Work request:
Find and copy the lines in the records beneath this task that contain the word "inside".

Records provided:

━━━━━━━━━━━━━━━━

def replay_node(ev: BusEvidence, node: int, assume_first: bool = False,
                config: ConfinementConfig = DEFAULT_CONFIG, keep_rows: bool = True,
                foreign_flags: bool = False) -> NodeReplay:
    """Apply the rules table to one node, event by event (a loop over error/status events).

    keep_rows=False keeps transitions, bus-off episodes and status checks but not every
    counter change (for candidate replays that may not win). ``foreign_flags``: see
    _role_array (the node's replay under a receive fault of another node).

    The hot path (successes, receive errors) is written out with the rule constants of
    tracelab.physics.confinement; rare paths (transmit errors with their exceptions, bus-off,
    recovery, status records) go through NodeCounters.
    """
    quiet = _quiet_replay(ev, node, assume_first, config, keep_rows, foreign_flags)
    if quiet is not None:
        return quiet
    out = NodeReplay(ev.nodes[node], assume_first)
    c = NodeCounters(config=config)
    state: State = "error-active"
    recovery_at: int | None = None
    uncertain = False
    own_before = ev.ev_own_before[node]
    frames_before = ev.ev_frames_before
    loss_since = ev.ev_loss_since_prev
    roles = _roles(ev, node, foreign_flags)
    reactors = others_active(ev, node, config).tolist() \
        if assume_first and ROLE_RX_UNKNOWN in roles else None
    fb_prev = ob_prev = 0
    t_prev = ev.first_t_ns
    status_tec = ev.events["tec"].to_list()
    status_rec = ev.events["rec"].to_list()
    rows = out.rows
    state_before = out.state_before
    warn = config.warning_level
    inclusive = config.warning_inclusive
    rec_reset = config.rec_after_passive_reception
    max_tec = max_rec = 0

    def state_now() -> State:
        if c.bus_off:
            return "bus-off"
        tec, rec = c.tec, c.rec
        if tec > PASSIVE_LIMIT or rec > PASSIVE_LIMIT:
            return "error-passive"
        hot = tec if tec > rec else rec
        if hot >= warn if inclusive else hot > warn:
            return "warning"
        return "error-active"

    def record(t_ns: int, cause: str) -> None:
        nonlocal state
        new = state_now()
        if keep_rows or new != state:
            rows.append((t_ns, c.tec, c.rec, new, cause, uncertain))
        if new != state:
            out.transitions.append({"t_ns": t_ns, "from": state, "to": new})
            state = new

    # Loop over error and status events (rare compared with frames), never over frames.
    for k, t_e in enumerate(ev.ev_t):
        fb, ob = frames_before[k], own_before[k]
        if loss_since[k]:
            uncertain = True
        # 1. successes since the previous event, with the downward state changes among them
        if c.bus_off:
            if recovery_at is not None and recovery_at <= t_e:
                c.recover()
                uncertain = False  # recovery sets TEC = REC = 0: re-anchored (rule l)
                out.bus_off[-1]["to_ns"] = recovery_at
                record(recovery_at, "recovery")
                recovery_at = None
        elif fb > fb_prev and (c.tec or c.rec):
            own_n = ob - ob_prev
            recv_n = fb - fb_prev - own_n
            if state != "error-active":
                _downward(ev, node, c, config, fb_prev, ob_prev, own_n, recv_n, record)
            tec0, rec0 = c.tec, c.rec
            c.tec = tec0 - own_n if tec0 > own_n else 0  # rule g, own_n times
            if recv_n:  # rule h, recv_n times
                if rec0 > PASSIVE_LIMIT:
                    c.rec = max(0, rec_reset - (recv_n - 1))
                else:
                    c.rec = rec0 - recv_n if rec0 > recv_n else 0
            if (c.tec != tec0 or c.rec != rec0) and (not rows
                                                      or (c.tec, c.rec) != rows[-1][1:3]):
                record(t_e, "successes")
        fb_prev, ob_prev, t_prev = fb, ob, t_e
        state_before.append(state)
        # 2. the event itself
        role = roles[k]
        if role == ROLE_NONE:
            continue
        if role == ROLE_STATUS:
            tec_s, rec_s = int(status_tec[k]), int(status_rec[k])
            out.status_checks.append({"t_ns": t_e, "tec": c.tec, "rec": c.rec, "state": state,
                                      "status_tec": tec_s, "status_rec": rec_s,
                                      "status_state": state_of(tec_s, rec_s, config=config),
                                      "uncertain": uncertain})
            if (c.tec, c.rec) != (tec_s, rec_s):
                c.tec, c.rec = tec_s, rec_s
                c.bus_off = c.bus_off or tec_s > 255
                max_tec, max_rec = max(max_tec, c.tec), max(max_rec, c.rec)
                uncertain = False
                record(t_e, "status")
            uncertain = False
            continue
        if c.bus_off:
            continue
        if role in (ROLE_TX, ROLE_TX_ACK):
            c.transmit_error(ack_error=role == ROLE_TX_ACK)
            if c.tec > max_tec:
                max_tec = c.tec
        else:
            bonus = role == ROLE_RX_FIRST
            if role == ROLE_RX_UNKNOWN and assume_first and state in (
                    "error-active", "warning") and reactors is not None and reactors[k]:
                bonus = True
                out.first_bonus_events += 1
            c.rec += RECEIVE_ERROR_REC + (FIRST_DETECTOR_EXTRA_REC if bonus else 0)  # a, b
            if c.rec > max_rec:
                max_rec = c.rec
        record(t_e, "error")
        if c.bus_off and recovery_at is None:
            recovery_at = recovery_end_ns(ev, t_e, config)
            out.bus_off.append({"from_ns": t_e, "to_ns": recovery_at})
    out.max_tec, out.max_rec = max_tec, max_rec
    # tail: successes after the last event up to the end of the log
    if c.bus_off and recovery_at is not None and recovery_at <= max(ev.last_t_ns, t_prev):
        c.recover()
        record(recovery_at, "recovery")
    elif not c.bus_off and state != "error-active":
        fb, ob = ev.frame_t.size, ev.own_t[node].size
        own_n, recv_n = ob - ob_prev, (fb - fb_prev) - (ob - ob_prev)
        _downward(ev, node, c, config, fb_prev, ob_prev, own_n, recv_n, record)
        tec0, rec0 = c.tec, c.rec
        c.transmit_success(own_n)
        c.receive_success(recv_n)
        if (c.tec, c.rec) != (tec0, rec0) and fb > fb_prev:
            record(int(ev.frame_t[-1]), "successes")
    return out
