def _execute(con: duckdb.DuckDBPyConnection, text: str,
             timeout_s: float | None) -> pl.DataFrame | None:
    """Run one statement in a worker thread: the main thread stays free to take Ctrl-C
    (then ``con.interrupt()`` stops DuckDB at once, KeyboardInterrupt goes on: exit 130) and
    to stop the query after ``timeout_s``."""
    outcome: dict[str, object] = {}
    done = threading.Event()  # not join()/is_alive(): a join cut by Ctrl-C can report a
    # running thread as finished (CPython 3.11), and closing a busy connection then fails

    def work() -> None:
        try:
            relation = con.sql(text)
            outcome["frame"] = relation.pl() if relation is not None else None
        except BaseException as error:  # noqa: BLE001 - handed to the main thread
            outcome["error"] = error
        finally:
            done.set()

    worker = threading.Thread(target=work, name="tracelab-sql", daemon=True)
    deadline = None if timeout_s is None else time.monotonic() + timeout_s
    timed_out = False
    worker.start()
    try:
        while not done.wait(0.05):
            if deadline is not None and not timed_out and time.monotonic() > deadline:
                timed_out = True
                con.interrupt()
    except KeyboardInterrupt:
        # again until it takes: an interrupt that comes before DuckDB starts executing is lost
        give_up = time.monotonic() + 10.0
        while not done.is_set() and time.monotonic() < give_up:
            con.interrupt()
            done.wait(0.05)
        raise
    error = outcome.get("error")
    if timed_out and error is not None:
        raise QueryError(f"query stopped after --timeout {timeout_s:g} s") from None
    if isinstance(error, duckdb.Error):
        raise QueryError(one_line(error)) from error
    if isinstance(error, BaseException):
        raise error
    frame = outcome.get("frame")
    return frame if isinstance(frame, pl.DataFrame) else None


def run_query(con: duckdb.DuckDBPyConnection, sql: str,
              timeout_s: float | None = None) -> pl.DataFrame:
    """Run read-only SQL (one or more statements) and return the last result; every
    statement is checked before the first one runs."""
    result: pl.DataFrame | None = None
    for text in check_read_only(sql):
        result = _execute(con, text, timeout_s)
    return result if result is not None else pl.DataFrame()


def _plain(frame: pl.DataFrame) -> pl.DataFrame:
    """Binary as hex and nested values as JSON text, for CSV / JSON / table output."""
    exprs = []
    for name, dtype in frame.schema.items():
        if dtype == pl.Binary:
            exprs.append(pl.col(name).bin.encode("hex").str.to_uppercase())
        elif isinstance(dtype, pl.List | pl.Struct | pl.Array):
            exprs.append(pl.col(name).map_elements(
                lambda v: json.dumps(v.to_list() if isinstance(v, pl.Series) else v, default=str),
                return_dtype=pl.String))
        else:
            exprs.append(pl.col(name))
    return frame.select(exprs) if exprs else frame


def format_table(frame: pl.DataFrame, max_rows: int = TABLE_MAX_ROWS) -> str:
    """A readable text table (all columns, up to max_rows rows)."""
    shown = _plain(frame.head(max_rows))
    with pl.Config(tbl_rows=max_rows, tbl_cols=-1, tbl_width_chars=10_000,
                   fmt_str_lengths=80, tbl_hide_dataframe_shape=True,
                   tbl_hide_column_data_types=False):
        text = str(shown)
    note = f"({frame.height} rows"
    if frame.height > max_rows:
        note += f", first {max_rows} shown; use --format csv --out FILE for all"
    return f"{text}\n{note})"


def format_csv(frame: pl.DataFrame) -> str:
    buffer = io.StringIO()
    plain = _plain(frame)
    writer = csv.writer(buffer, lineterminator="\n")
    writer.writerow(plain.columns)
    writer.writerows(plain.iter_rows())
    return buffer.getvalue()


def format_json(frame: pl.DataFrame) -> str:
    return json.dumps(_plain(frame).to_dicts(), indent=2, default=str) + "\n"


def write_result(frame: pl.DataFrame, fmt: str, out: Path | None,
                 stdout: TextIO | None = None) -> None:
    """Print or write ``frame`` as table | csv | json | parquet (parquet needs ``out``)."""
    stdout = stdout or sys.stdout
    if fmt not in FORMATS:
        raise UsageError(f"--format {fmt!r} is not one of {', '.join(FORMATS)}")
    if fmt == "parquet":
        if out is None:
            raise UsageError("--format parquet needs --out FILE")
        _write_out(Path(out), lambda handle: frame.write_parquet(handle))
        return
    text = {"table": lambda f: format_table(f) + "\n", "csv": format_csv,
            "json": format_json}[fmt](frame)
    if out is None:
        stdout.write(text)
        return
    _write_out(Path(out), lambda handle: handle.write(text.encode("utf-8")))


def check_out(out: Path, source: Path) -> Path:
    """Refuse an ``--out`` inside a dataset or a fleet (it would become part of what the
    views read, or replace its manifest); create missing parent folders (exit 2 when that
    is impossible)."""
    from tracelab.store.dataset import is_dataset, make_output_parent

    target = out.absolute()
    for folder in (target.parent, *target.parent.parents):
        for form in {folder, folder.resolve()}:
            if is_dataset(form) or (form / FLEET_MANIFEST).is_file():
                raise UsageError(f"--out {out}: inside the dataset or fleet {form}; write "
                                 "results elsewhere (it is read-only here)")
    if not stat.S_ISREG(_mode(target)) and target.exists():
        return out  # a device or pipe (/dev/stdout, a FIFO): written as it is
    return make_output_parent(out, "--out")


def _mode(path: Path) -> int:
    try:
        return path.stat().st_mode
    except OSError:
        return stat.S_IFREG


def _write_out(out: Path, write: Callable[[io.BufferedWriter], object]) -> None:
    """Write ``out`` through a temporary sibling renamed into place: a failing write leaves
    no empty or partial file; a device or pipe is written directly."""
    from tracelab.store.dataset import storage_error

    direct = out.exists() and not stat.S_ISREG(_mode(out))
    tmp = out if direct else out.with_name(f".{out.name}.{uuid.uuid4().hex}.tmp")
    try:
        with open(tmp, "wb") as handle:
            write(handle)
        if not direct:
            os.replace(tmp, out)
    except (OSError, pl.exceptions.PolarsError) as error:
        from tracelab.store.dataset import os_reason

        if isinstance(error, OSError) or os_reason(error, out.parent) is not None:
            raise storage_error(out, error) from error
        raise QueryError(f"{out}: cannot write the result ({one_line(error)})") from error
    finally:
        if not direct:
            with contextlib.suppress(OSError):
                tmp.unlink(missing_ok=True)


def list_tables(con: duckdb.DuckDBPyConnection) -> list[str]:
    rows = con.sql("SELECT view_name FROM duckdb_views() WHERE NOT internal "
                   "UNION SELECT table_name FROM duckdb_tables() ORDER BY 1").fetchall()
    return [r[0] for r in rows if not str(r[0]).startswith(("_", "tl_"))]


def describe_view(con: duckdb.DuckDBPyConnection, name: str) -> pl.DataFrame:
    names = list_tables(con)
    if name not in names:
        from tracelab.errors import did_you_mean

        raise QueryError(f"no view named {name!r}{did_you_mean(name, names)}")
    frame = con.sql(f'DESCRIBE "{name}"').pl()
    return frame.select("column_name", "column_type", "null")


def statement_complete(buffer: str) -> bool:
    """True when the buffered text ends with ';' outside quotes and comments."""
    text = buffer.rstrip()
    if not text.endswith(";"):
        return False
    try:
        duckdb.extract_statements(text)
    except duckdb.Error:
        return not _open_quote(text)
    return True


def _open_quote(text: str) -> bool:
    quote = None
    for char in text:  # loop over one typed statement, not over frames
        if quote:
            if char == quote:
                quote = None
        elif char in "'\"":
            quote = char
    return quote is not None


def _setup_history() -> Callable[[], None]:
    """Line editing and a persistent history file when readline is available."""
    try:
        import readline
    except ImportError:  # e.g. Windows without pyreadline: no history, still usable
        return lambda: None
    path = HISTORY_FILE.expanduser()
    with contextlib.suppress(OSError):
        readline.read_history_file(path)
    readline.set_history_length(1000)

    def save() -> None:
        with contextlib.suppress(OSError):
            readline.write_history_file(path)

    return save


def interactive(con: duckdb.DuckDBPyConnection, lines: Iterable[str] | None = None,
                stdout: TextIO | None = None, timeout_s: float | None = None) -> int:
    """The prompt: statements end with ';', dot commands on their own line. ``lines`` feeds
    input (tests, pipes); otherwise input() with history. Errors print and the prompt goes on;
    with piped input (no person to see them) any refused or failing statement makes the
    return value 3, so a script notices."""
    stdout = stdout or sys.stdout
    save_history: Callable[[], None] = lambda: None  # noqa: E731
    piped = lines is not None or not sys.stdin.isatty()
    failed = False
    if lines is None and not sys.stdin.isatty():  # piped statements: no prompts
        source: Iterable[str] = sys.stdin
    elif lines is None:
        save_history = _setup_history()
        stdout.write("tracelab sql (read-only). .tables lists the views, .help the commands, "
                     "end statements with ';'.\n")
        source = _prompted_lines()
    else:
        source = iter(lines)
    buffer = ""
    try:
        for raw in source:
            line = raw.rstrip("\n")
            if not buffer and line.strip().startswith("."):
                if not _dot_command(con, line.strip(), stdout):
                    break
                continue
            buffer += line + "\n"
            if not statement_complete(buffer):
                _PROMPT_STATE["continued"] = bool(buffer.strip())
                continue
            _PROMPT_STATE["continued"] = False
            text, buffer = buffer, ""
            try:
                stdout.write(format_table(run_query(con, text, timeout_s)) + "\n")
            except (QueryError, UsageError) as error:
                stdout.write(f"error: {error}\n")
                failed = True
            except KeyboardInterrupt:
                if piped:  # a script: stop it (exit 130)
                    raise
                stdout.write("interrupted\n")  # at the prompt: the query stops, the prompt stays
    finally:
        save_history()
    return EXIT_INPUT if failed and piped else 0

━━━━━━━━━━━━━━━━

Written response:
    """Refuse an ``--out`` inside a dataset or a fleet (it would become part of what the
                raise UsageError(f"--out {out}: inside the dataset or fleet {form}; write "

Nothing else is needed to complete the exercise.